Exercise data:

------------

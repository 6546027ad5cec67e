import Link from 'next/link';
import type { ReactNode } from 'react';
import { StateMark } from '@/components/states/state-mark';
import { type Column, DataTable } from '@/components/ui/data-table';
import type { Waiting } from '@/lib/acceptance/queue-schema';

const columns: Column<Waiting>[] = [
  {
    key: 'code',
    header: 'Fraction',
    rowHeader: true,
    cell: (row) => (
      <Link href={`/fractions/${row.code}`} className="link whitespace-nowrap">
        {row.code}
      </Link>
    ),
  },
  { key: 'compound', header: 'Compound', cell: (row) => row.compound },
  { key: 'cut', header: 'Cut', cell: (row) => <StateMark state={row.cut} size="sm" look="plain" /> },
  { key: 'verdict', header: 'Verdict', cell: (row) => <StateMark state={row.verdictState} size="sm" /> },
  {
    key: 'purity',
    header: 'GC area',
    numeric: true,
    cell: (row) => (row.purityPercent === null ? 'not known' : `${row.purityPercent.toFixed(2)} %`),
  },
  {
    key: 'what',
    header: 'What is open',
    className: 'max-w-prose',
    cell: (row) => (
      <span className="block text-left">
        {row.status === 'returned' && row.reason ? (
          <span className="block font-bold">{row.reason}</span>
        ) : null}
        {row.summary ?? 'Not judged yet: open it.'}
      </span>
    ),
  },
  {
    key: 'by',
    header: 'Collected by',
    cell: (row) => (
      <>
        <span className="whitespace-nowrap">{row.collectedBy}</span>
        {row.mine ? <span className="block text-sm text-ink-soft">you</span> : null}
      </>
    ),
  },
  {
    key: 'since',
    header: 'Since',
    cell: (row) => <span className="whitespace-nowrap">{row.since.slice(0, 10)}</span>,
  },
];

/** Fractions that wait, with what is open about each. */
export function WaitingTable({
  caption,
  rows,
  empty,
}: {
  caption: string;
  rows: Waiting[];
  empty?: ReactNode;
}) {
  return (
    <DataTable caption={caption} columns={columns} rows={rows} rowKey={(row) => row.code} empty={empty} />
  );
}
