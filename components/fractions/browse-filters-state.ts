import { fractionFilters, fractionSorts, type FractionSort } from '@/lib/distillation/fraction-schema';

export const filterNames = [
  'compound',
  'q',
  'run',
  'cut',
  'status',
  'verdict',
  'group',
  'collectedFrom',
  'collectedTo',
  'purityMin',
] as const satisfies readonly (keyof typeof fractionFilters)[];
export type FilterName = (typeof filterNames)[number];
export type Filters = Partial<Record<FilterName, string>>;
export type BrowseState = { filters: Filters; sort: FractionSort };

/** What each filter is called on the page. */
export const filterLabels: Record<FilterName, string> = {
  compound: 'Compound',
  q: 'Text',
  run: 'Run',
  cut: 'Cut',
  status: 'Status',
  verdict: 'Verdict',
  group: 'Group',
  collectedFrom: 'Collected from',
  collectedTo: 'Collected until',
  purityMin: 'Purity from',
};

/**
 * The filters of an address. A value that the API would refuse is left out, so that an old or edited link
 * shows a list rather than an error; what is unknown is ignored.
 */
export function readAddress(search: URLSearchParams): BrowseState {
  const filters: Filters = {};
  for (const name of filterNames) {
    const value = search.get(name);
    if (value && fractionFilters[name].safeParse(value).success) filters[name] = value;
  }
  const sort = fractionSorts.find((each) => each === search.get('sort')) ?? '-collectedAt';
  return { filters, sort };
}

/** The address of a state; what is as by default is left out, so that links stay short. */
export function writeAddress({ filters, sort }: BrowseState): string {
  const search = new URLSearchParams();
  for (const name of filterNames) if (filters[name]) search.set(name, filters[name]);
  if (sort !== '-collectedAt') search.set('sort', sort);
  return search.toString();
}
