import type { ServerResponse } from 'node:http';

function isReadable(pathname: string): boolean {
  try {
    decodeURIComponent(pathname);
    return true;
  } catch {
    return false;
  }
}

const detail =
  'The address is not readable: a percent sign in it begins no character. Check the link, or type it again.';

/**
 * Answers 400 to an address whose percent-encoding is no UTF-8 (RFC 3986, 2.1 and 2.5): a problem to a program, a
 * sentence to a person. True when it answered.
 */
export function refuseUnreadableAddress(url: string, requestId: string, response: ServerResponse): boolean {
  const [pathname = ''] = url.split('?', 1);
  if (isReadable(pathname)) return false;
  const forProgram = pathname.startsWith('/api/');
  const problem = {
    type: 'urn:heartcut:problem:malformed',
    title: 'The request could not be read',
    status: 400,
    detail,
    instance: `urn:request:${requestId}`,
  };
  response.writeHead(400, {
    'content-type': forProgram ? 'application/problem+json' : 'text/plain; charset=utf-8',
    'cache-control': 'no-store',
    'x-content-type-options': 'nosniff',
    'x-request-id': requestId,
  });
  response.end(forProgram ? JSON.stringify(problem) : `${detail}\n`);
  return true;
}
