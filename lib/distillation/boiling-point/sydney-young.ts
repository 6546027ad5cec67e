import { requireFinite, requireWithin } from '@/lib/units/require-number';

/**
 * What to add to a boiling temperature read at a barometer of p mmHg to get it at 760 mmHg, in °C:
 * 0.00012 (760 - p)(273.15 + t), or 0.00010 for liquids that associate (Sydney Young; also in Ph. Eur. 2.2.12 in
 * another form). Good for the swings of a barometer only, so 650 to 800 mmHg.
 *
 * @throws RangeError outside those pressures: use boilingPointAtPressure there
 */
export function barometricCorrectionC(input: {
  temperatureC: number;
  pressureMmHg: number;
  associated: boolean;
}): number {
  const { temperatureC, pressureMmHg, associated } = input;
  requireFinite('Temperature (°C)', temperatureC);
  requireWithin('Barometer (mmHg)', pressureMmHg, 650, 800);
  return (associated ? 0.0001 : 0.00012) * (760 - pressureMmHg) * (273.15 + temperatureC);
}
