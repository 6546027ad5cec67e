import type { AssociationClass } from './associates';

/** Wagner coefficients: ln(P/Pc) = (a t + b t^1.5 + c t^2.5 + d t^5) Tc/T, t = 1 - T/Tc. */
export type WagnerSet = {
  tcK: number;
  pcKPa: number;
  a: number;
  b: number;
  c: number;
  d: number;
  source: string;
};

/** Antoine coefficients: log10(P/kPa) = a - b/(t/°C + c), valid from tMinC to tMaxC. */
export type AntoineSet = { a: number; b: number; c: number; tMinC: number; tMaxC: number; source: string };

/** What is known of one liquid's vapour pressure. The normal boiling point is at 101.325 kPa. */
export type VapourPressureData = {
  name: string;
  normalBoilingPointC: number;
  normalBoilingPointSource: string;
  wagner?: WagnerSet;
  antoine?: AntoineSet;
  /** Hydrogen bonds hold the liquid together: see associates.ts. */
  associated: boolean;
  /** The finer class where the structure is known; without it an associated liquid gets the common correction. */
  associationClass?: AssociationClass;
};
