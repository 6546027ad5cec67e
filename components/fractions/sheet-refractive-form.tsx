'use client';

import { useRouter } from 'next/navigation';
import { type FormEvent, useState } from 'react';
import { Button } from '@/components/ui/button';
import { Field } from '@/components/ui/field';
import { Notice } from '@/components/ui/notice';
import { NumberField } from '@/components/ui/number-field';
import { sayDone } from '@/components/ui/toaster';
import { api, ApiError } from '@/lib/http/client';
import { readRefractive, type RefractiveTexts } from './read-refractive';

const empty: RefractiveTexts = {
  readings: '',
  temperatureC: '',
  waterReading: '',
  waterTemperatureC: '',
  instrument: '',
};

/** Enters refractometer readings; the server corrects and compares them. */
export function SheetRefractiveForm({
  fractionCode,
  whyNot,
}: {
  fractionCode: string;
  whyNot: string | null;
}) {
  const router = useRouter();
  const [texts, setTexts] = useState(empty);
  const [problem, setProblem] = useState<string | null>(null);
  const [busy, setBusy] = useState(false);
  const field = (name: keyof RefractiveTexts) => ({
    value: texts[name],
    onChange: (event: { target: { value: string } }) => setTexts({ ...texts, [name]: event.target.value }),
  });

  async function send(event: FormEvent) {
    event.preventDefault();
    const read = readRefractive(texts);
    setProblem(read.problem);
    if (read.problem) return;
    setBusy(true);
    try {
      await api(`/api/v1/fractions/${encodeURIComponent(fractionCode)}/refractive-readings`, {
        json: read.body,
      });
      setTexts(empty);
      sayDone('Readings entered and compared');
      router.refresh();
    } catch (error) {
      setProblem(error instanceof ApiError ? error.detail : 'That did not work. Try again.');
    } finally {
      setBusy(false);
    }
  }
  return (
    <form onSubmit={send} noValidate className="mt-3 flex flex-col gap-3 no-print">
      <div className="grid gap-3 sm:grid-cols-2">
        <Field
          label="Readings"
          hint="Three or more, with a space between them."
          inputMode="text"
          autoComplete="off"
          {...field('readings')}
        />
        <NumberField label="Prism temperature" unit="°C" {...field('temperatureC')} />
        <NumberField label="Water reads" optional {...field('waterReading')} />
        <NumberField label="Water temperature" optional unit="°C" {...field('waterTemperatureC')} />
        <Field label="Refractometer" optional {...field('instrument')} />
      </div>
      {problem ? (
        <Notice kind="fails" title="Not entered" live>
          {problem}
        </Notice>
      ) : null}
      <div>
        <Button type="submit" busy={busy} disabledReason={whyNot}>
          Enter readings
        </Button>
      </div>
    </form>
  );
}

------------

Using only the data above, copy out the lines that include the word "associated".

Solution to this task:
  associated: boolean;
  const { temperatureC, pressureMmHg, associated } = input;
  return (associated ? 0.0001 : 0.00012) * (760 - pressureMmHg) * (273.15 + temperatureC);
  associated: boolean;
  /** The finer class where the structure is known; without it an associated liquid gets the common correction. */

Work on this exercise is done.